There has been a mixed reaction among the profession in response to a consultation on draft changes to the national NHS job profiles for nursing and midwifery.

The NHS Staff Council’s job evaluation group (JEG) is currently leading a consultation, which closes on 30 June, on revisions to the job evaluation matching profiles for bands 4,5 and 6.

“It is absolutely clear that we find our members far closer to a level of moral distress in doing their job than they’ve ever been”

Phillip Coghill

Some nurses have welcomed the proposed changes, arguing that they better reflect the level at which nurses in each band are working, while others think adding additional responsibilities to certain bands will make it harder for nurses to be remunerated for their work.

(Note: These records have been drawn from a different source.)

import { error } from '@sveltejs/kit';
import { getForViewer, rebookable } from '$lib/server/bookings';
import { getStudio } from '$lib/server/studio';
import { bookPath, wallClock, type BookingKind } from '$lib/components/booking/choices';
import { requireUser } from '$lib/server/guard';
import { loadMoneyPanel } from '$lib/server/payments';
import type { QuoteView } from '$lib/components/booking/PriceBreakdown.svelte';
import type { PageServerLoad } from './$types';

export const load: PageServerLoad = async ({ locals, params }) => {
	const me = requireUser(locals);
	const b = await getForViewer(me, params.id);
	// Another artist's booking is a 404, not a 403: its existence is not theirs to know.
	if (!b) error(404, { error: 'not_found', message: 'There is no booking at this address, or it is not yours to see.' });
	// The booking itself matters more than its payment panel: if payments cannot be read, the
	// page still shows the booking and says so.
	let moneyUnavailable = false;
	const money = await loadMoneyPanel(me, b).catch((e: unknown) => {
		console.error('[booking page] could not load the payment panel', b.id, e);
		moneyUnavailable = true;
		return null;
	});
	const q = b.quote;

	// A hold that ran out (swept or not yet): say so, and offer the same time again if it is free.
	const now = new Date();
	let rebook: { free: boolean; taken: 'room' | 'engineer' | 'gear' | null; bookHref: string; calendarHref: string } | null = null;
	if (b.status === 'expired' || (b.status === 'held' && b.holdExpiresAt && b.holdExpiresAt.getTime() <= now.getTime())) {
		const [studio, outcome] = await Promise.all([getStudio(), rebookable(b, now)]);
		const at = wallClock(b.startsAt, studio.timeZone);
		const minutes = q.durationMinutes;
		const kind: BookingKind = minutes === studio.halfDayMinutes ? 'half' : minutes === studio.fullDayMinutes ? 'full' : 'hourly';
		rebook = {
			free: outcome.free,
			taken: outcome.free ? null : outcome.taken,
			bookHref: bookPath({
				room: b.roomSlug,
				date: at.date,
				start: at.time,
				kind,
				hours: minutes / 60,
				engineer: !!b.engineerId,
				gear: b.gear.map((g) => g.id),
				project: b.project
			}),
			calendarHref: `/calendar?room=${encodeURIComponent(b.roomSlug)}&date=${at.date}`
		};
	}
	const quote: QuoteView = {
		currency: q.currency,
		pricesIncludeVat: q.pricesIncludeVat,
		lines: q.lines.map((l) => ({ key: l.key, label: l.label, amount: l.amount })),
		vat: q.vat.map((v) => ({ ratePercent: v.ratePercent, base: v.base, amount: v.amount })),
		rounding: q.rounding,
		total: q.total,
		deposit: q.deposit,
		balance: q.balance
	};
	return {
		booking: {
			id: b.id,
			reference: b.reference,
			status: b.status,
			startsAt: b.startsAt,
			endsAt: b.endsAt,
			holdExpiresAt: b.holdExpiresAt,
			roomName: b.roomName,
			roomSlug: b.roomSlug,
			engineerName: b.engineerName,
			engineerBooked: !!b.engineerId,
			artistName: b.artistName,
			project: b.project,
			notes: b.notes,
			cancelledAt: b.cancelledAt,
			cancelReason: b.cancelReason,
			durationMinutes: q.durationMinutes,
			gear: b.gear.map((g) => ({ id: g.id, name: g.name, category: g.category, hireFee: g.hireFee, caution: g.caution }))
		},
		quote,
		rebook,
		money,
		moneyUnavailable,
		viewerIsArtist: me.role === 'artist'
	};
};
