/**
 * A month's VAT by rate, across the documents issued in it (what the accountant declares).
 *
 * - a deposit invoice (386) makes VAT chargeable when the payment on account is received
 *   (Directive 2006/112/EC, Article 65): its base and VAT count in full;
 * - a final invoice (380) states the whole supply; the part already taxed on the deposit invoice
 *   it refers to (BT-25) is taken off, so no euro of VAT is declared twice;
 * - a credit note (381) reduces the taxable amount (Article 90): it counts negatively.
 */
import { basisPointsToPercent } from '../money';
import type { Minor } from '../types';
import { DOCUMENT_TYPE } from './numbering';

export interface VatRow {
	rateBp: number;
	base: Minor;
	amount: Minor;
}

export interface LedgerDocument {
	typeCode: number;
	vat: readonly VatRow[];
	/** On a final invoice: the VAT breakdown of the deposit invoices it deducts. */
	prepaidVat?: readonly VatRow[];
}

export interface LedgerRow {
	rateBp: number;
	ratePercent: string;
	/** Taxable amount to declare at this rate (may be negative in a month of credit notes). */
	base: Minor;
	vat: Minor;
}

export function vatLedger(docs: readonly LedgerDocument[]): LedgerRow[] {
	const rows = new Map<number, { base: Minor; vat: Minor }>();
	const add = (rateBp: number, base: Minor, vat: Minor) => {
		const row = rows.get(rateBp) ?? { base: 0, vat: 0 };
		row.base += base;
		row.vat += vat;
		rows.set(rateBp, row);
	};
	for (const doc of docs) {
		const sign = doc.typeCode === DOCUMENT_TYPE.creditNote ? -1 : 1;
		for (const g of doc.vat) add(g.rateBp, sign * g.base, sign * g.amount);
		if (doc.typeCode === DOCUMENT_TYPE.invoice) {
			for (const g of doc.prepaidVat ?? []) add(g.rateBp, -g.base, -g.amount);
		}
	}
	return [...rows.entries()]
		.sort(([a], [b]) => b - a)
		.map(([rateBp, r]) => ({ rateBp, ratePercent: basisPointsToPercent(rateBp), base: r.base, vat: r.vat }));
}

The NHS job evaluation scheme makes sure that all jobs advertised in the health service are matched to nationally evaluated profiles.

The profiles are supposed to reflect the knowledge, skills and responsibilities for common roles in the NHS.

Nearly all NHS jobs are matched with a national profile when they are created.

Where jobs cannot be matched to a profile, a full evaluation must be undertaken locally to determine pay banding.

If a nurse or midwife thinks they are not being paid fairly for the job that they do, such as taking on additional duties not in their job description or achieving additional specialist qualifications, they can request a job evaluation.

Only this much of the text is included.